**Exercise material:**

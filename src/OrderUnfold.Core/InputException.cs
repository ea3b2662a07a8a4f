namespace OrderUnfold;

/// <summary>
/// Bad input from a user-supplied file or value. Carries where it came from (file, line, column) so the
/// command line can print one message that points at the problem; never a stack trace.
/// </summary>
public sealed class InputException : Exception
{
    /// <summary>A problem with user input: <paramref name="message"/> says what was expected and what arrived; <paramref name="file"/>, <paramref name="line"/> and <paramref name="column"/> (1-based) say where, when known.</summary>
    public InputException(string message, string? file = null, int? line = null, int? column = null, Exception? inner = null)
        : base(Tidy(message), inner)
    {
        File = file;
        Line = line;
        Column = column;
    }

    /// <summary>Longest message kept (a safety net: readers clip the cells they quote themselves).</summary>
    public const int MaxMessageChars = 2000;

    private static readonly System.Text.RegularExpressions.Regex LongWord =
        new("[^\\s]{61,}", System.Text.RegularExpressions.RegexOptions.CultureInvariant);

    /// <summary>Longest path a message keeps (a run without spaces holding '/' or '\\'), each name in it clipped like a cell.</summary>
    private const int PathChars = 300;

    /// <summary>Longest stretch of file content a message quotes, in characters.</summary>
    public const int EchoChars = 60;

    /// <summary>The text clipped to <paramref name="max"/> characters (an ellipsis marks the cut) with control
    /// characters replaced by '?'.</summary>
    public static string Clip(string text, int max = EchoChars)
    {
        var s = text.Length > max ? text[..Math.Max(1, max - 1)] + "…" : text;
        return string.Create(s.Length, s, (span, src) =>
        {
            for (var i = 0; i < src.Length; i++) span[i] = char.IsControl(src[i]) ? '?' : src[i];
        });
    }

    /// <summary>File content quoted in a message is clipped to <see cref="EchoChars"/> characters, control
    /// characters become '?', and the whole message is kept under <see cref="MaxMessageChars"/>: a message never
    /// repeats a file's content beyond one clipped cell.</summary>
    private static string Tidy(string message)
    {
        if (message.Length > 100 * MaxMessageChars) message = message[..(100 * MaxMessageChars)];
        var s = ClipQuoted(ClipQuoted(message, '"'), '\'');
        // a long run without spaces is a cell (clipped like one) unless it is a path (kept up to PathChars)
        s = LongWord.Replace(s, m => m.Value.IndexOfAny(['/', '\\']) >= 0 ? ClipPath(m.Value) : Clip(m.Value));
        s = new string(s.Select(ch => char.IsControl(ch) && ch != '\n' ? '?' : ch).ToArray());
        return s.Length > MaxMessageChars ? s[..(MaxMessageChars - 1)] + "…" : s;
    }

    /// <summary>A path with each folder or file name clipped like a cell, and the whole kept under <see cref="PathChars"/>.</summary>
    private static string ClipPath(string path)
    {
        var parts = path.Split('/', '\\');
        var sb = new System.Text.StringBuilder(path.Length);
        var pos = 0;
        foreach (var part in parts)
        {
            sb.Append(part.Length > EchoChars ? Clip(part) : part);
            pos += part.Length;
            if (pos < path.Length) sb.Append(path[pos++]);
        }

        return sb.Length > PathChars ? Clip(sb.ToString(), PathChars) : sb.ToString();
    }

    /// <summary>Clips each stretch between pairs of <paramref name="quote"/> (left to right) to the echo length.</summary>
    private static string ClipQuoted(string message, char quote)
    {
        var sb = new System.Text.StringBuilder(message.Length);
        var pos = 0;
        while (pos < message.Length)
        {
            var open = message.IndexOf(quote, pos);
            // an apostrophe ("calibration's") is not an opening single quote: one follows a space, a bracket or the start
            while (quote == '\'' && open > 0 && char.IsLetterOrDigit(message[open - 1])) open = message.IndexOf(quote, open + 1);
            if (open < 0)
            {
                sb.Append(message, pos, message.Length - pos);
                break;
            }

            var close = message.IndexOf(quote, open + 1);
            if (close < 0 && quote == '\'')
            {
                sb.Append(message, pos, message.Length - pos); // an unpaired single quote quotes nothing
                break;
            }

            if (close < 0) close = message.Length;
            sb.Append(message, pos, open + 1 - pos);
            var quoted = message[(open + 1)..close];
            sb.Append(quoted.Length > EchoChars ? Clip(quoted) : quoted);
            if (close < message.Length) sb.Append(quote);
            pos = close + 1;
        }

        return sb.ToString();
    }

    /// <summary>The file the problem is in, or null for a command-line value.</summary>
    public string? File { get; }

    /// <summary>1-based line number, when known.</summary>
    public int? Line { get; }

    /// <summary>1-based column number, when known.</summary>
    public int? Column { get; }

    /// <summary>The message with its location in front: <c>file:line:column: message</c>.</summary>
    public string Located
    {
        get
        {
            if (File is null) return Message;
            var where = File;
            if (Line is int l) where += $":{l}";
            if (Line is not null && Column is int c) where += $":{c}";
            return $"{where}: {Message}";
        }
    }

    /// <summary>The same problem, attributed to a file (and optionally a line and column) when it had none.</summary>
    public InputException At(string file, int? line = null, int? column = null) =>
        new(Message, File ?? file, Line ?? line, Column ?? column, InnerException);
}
==
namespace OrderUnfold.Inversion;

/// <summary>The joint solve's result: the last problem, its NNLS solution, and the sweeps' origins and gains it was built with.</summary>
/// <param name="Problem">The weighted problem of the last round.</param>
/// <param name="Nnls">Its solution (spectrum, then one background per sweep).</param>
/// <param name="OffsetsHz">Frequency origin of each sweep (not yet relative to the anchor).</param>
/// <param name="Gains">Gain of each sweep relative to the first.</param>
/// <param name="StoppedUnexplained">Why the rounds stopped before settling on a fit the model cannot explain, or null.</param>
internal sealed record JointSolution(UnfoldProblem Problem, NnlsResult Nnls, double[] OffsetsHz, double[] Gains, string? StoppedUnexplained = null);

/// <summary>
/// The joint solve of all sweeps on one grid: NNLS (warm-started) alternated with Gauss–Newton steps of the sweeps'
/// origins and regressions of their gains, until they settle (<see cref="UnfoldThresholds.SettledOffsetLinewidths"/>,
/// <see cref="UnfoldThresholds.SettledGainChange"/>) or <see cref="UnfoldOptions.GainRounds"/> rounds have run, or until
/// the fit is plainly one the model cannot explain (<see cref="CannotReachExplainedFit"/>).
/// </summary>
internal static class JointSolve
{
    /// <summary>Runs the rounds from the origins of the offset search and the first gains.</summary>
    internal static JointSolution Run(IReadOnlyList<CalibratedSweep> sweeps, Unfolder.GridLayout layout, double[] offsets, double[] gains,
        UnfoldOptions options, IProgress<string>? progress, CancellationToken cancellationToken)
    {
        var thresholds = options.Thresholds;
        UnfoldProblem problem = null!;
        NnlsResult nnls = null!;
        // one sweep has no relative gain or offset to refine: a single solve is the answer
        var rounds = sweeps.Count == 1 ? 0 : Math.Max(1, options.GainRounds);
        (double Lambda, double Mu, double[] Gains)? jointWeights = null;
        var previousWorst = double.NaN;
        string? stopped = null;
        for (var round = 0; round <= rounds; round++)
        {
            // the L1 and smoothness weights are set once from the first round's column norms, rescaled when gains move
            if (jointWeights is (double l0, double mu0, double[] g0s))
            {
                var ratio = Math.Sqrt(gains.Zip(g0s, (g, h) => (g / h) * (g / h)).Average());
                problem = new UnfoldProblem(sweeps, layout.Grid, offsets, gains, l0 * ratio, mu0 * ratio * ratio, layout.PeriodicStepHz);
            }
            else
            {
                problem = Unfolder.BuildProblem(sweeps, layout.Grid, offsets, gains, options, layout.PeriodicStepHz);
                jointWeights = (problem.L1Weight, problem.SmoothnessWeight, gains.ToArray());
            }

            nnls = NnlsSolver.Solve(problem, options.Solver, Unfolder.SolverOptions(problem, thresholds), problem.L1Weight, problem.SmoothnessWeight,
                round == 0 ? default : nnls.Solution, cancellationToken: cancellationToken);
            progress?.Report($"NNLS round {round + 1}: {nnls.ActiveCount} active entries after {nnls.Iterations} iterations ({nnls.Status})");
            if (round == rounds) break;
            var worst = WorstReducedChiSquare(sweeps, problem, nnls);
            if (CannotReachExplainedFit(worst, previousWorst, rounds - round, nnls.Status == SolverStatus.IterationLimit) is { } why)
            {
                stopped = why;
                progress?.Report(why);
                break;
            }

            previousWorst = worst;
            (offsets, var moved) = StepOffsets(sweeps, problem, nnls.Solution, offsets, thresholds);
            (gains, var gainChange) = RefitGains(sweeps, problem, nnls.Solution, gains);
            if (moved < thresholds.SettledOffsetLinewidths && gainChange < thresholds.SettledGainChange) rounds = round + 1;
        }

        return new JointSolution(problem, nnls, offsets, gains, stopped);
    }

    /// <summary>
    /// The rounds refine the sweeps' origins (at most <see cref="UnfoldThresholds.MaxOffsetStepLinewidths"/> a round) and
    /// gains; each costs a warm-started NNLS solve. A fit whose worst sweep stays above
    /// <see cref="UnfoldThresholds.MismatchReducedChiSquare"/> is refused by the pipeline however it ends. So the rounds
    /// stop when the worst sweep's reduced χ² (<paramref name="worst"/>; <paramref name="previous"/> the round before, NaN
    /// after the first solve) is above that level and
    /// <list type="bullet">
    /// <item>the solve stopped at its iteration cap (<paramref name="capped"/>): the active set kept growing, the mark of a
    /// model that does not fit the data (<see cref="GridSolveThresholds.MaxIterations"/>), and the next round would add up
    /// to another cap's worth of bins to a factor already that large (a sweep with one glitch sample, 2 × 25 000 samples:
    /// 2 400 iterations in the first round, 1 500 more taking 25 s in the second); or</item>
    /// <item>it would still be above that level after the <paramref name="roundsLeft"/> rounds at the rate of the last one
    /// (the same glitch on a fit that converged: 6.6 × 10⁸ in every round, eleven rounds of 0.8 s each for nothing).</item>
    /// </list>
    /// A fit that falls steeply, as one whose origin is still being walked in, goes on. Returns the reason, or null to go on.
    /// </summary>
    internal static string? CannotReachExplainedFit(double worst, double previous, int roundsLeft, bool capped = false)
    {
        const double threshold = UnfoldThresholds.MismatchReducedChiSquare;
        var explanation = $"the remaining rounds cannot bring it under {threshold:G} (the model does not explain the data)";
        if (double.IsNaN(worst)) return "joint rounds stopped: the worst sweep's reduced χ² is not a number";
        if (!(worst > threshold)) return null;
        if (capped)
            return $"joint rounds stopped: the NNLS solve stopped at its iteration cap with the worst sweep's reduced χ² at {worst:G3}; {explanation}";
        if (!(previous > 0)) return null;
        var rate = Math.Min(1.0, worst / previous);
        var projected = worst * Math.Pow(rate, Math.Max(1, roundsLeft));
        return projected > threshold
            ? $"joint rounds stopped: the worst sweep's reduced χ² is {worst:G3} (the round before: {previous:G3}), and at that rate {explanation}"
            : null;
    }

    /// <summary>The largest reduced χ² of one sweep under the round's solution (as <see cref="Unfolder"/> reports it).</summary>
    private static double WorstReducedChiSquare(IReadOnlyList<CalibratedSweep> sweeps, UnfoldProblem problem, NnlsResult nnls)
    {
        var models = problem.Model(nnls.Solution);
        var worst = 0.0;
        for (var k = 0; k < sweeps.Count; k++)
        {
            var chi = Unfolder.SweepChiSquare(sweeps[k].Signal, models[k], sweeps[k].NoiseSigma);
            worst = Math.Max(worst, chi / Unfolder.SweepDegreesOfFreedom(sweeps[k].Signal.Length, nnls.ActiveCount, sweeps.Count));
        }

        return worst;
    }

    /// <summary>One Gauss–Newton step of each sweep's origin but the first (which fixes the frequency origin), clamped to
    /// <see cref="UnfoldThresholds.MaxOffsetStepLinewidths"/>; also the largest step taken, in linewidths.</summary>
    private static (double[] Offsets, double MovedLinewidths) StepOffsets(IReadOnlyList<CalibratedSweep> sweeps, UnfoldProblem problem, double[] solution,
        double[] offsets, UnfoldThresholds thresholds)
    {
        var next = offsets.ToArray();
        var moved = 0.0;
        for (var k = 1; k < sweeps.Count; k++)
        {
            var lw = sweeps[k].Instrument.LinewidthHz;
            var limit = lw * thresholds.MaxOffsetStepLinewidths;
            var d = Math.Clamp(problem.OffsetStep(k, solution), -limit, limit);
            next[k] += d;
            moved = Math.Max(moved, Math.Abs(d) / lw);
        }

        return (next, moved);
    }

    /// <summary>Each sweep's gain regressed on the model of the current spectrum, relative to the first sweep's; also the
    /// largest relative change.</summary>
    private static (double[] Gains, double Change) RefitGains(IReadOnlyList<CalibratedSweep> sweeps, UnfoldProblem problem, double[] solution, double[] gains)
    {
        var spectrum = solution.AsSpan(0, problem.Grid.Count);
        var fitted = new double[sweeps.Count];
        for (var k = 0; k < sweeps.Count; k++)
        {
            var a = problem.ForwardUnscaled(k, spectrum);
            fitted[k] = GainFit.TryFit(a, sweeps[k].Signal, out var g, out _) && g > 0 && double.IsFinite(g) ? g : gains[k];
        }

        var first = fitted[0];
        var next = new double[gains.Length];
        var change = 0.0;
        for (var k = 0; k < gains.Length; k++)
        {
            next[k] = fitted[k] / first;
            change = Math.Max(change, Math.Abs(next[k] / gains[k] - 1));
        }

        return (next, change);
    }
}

**Exercise aim:** If a line of the records contains the word "largest", count it; give only the total.

**Your solution:** 3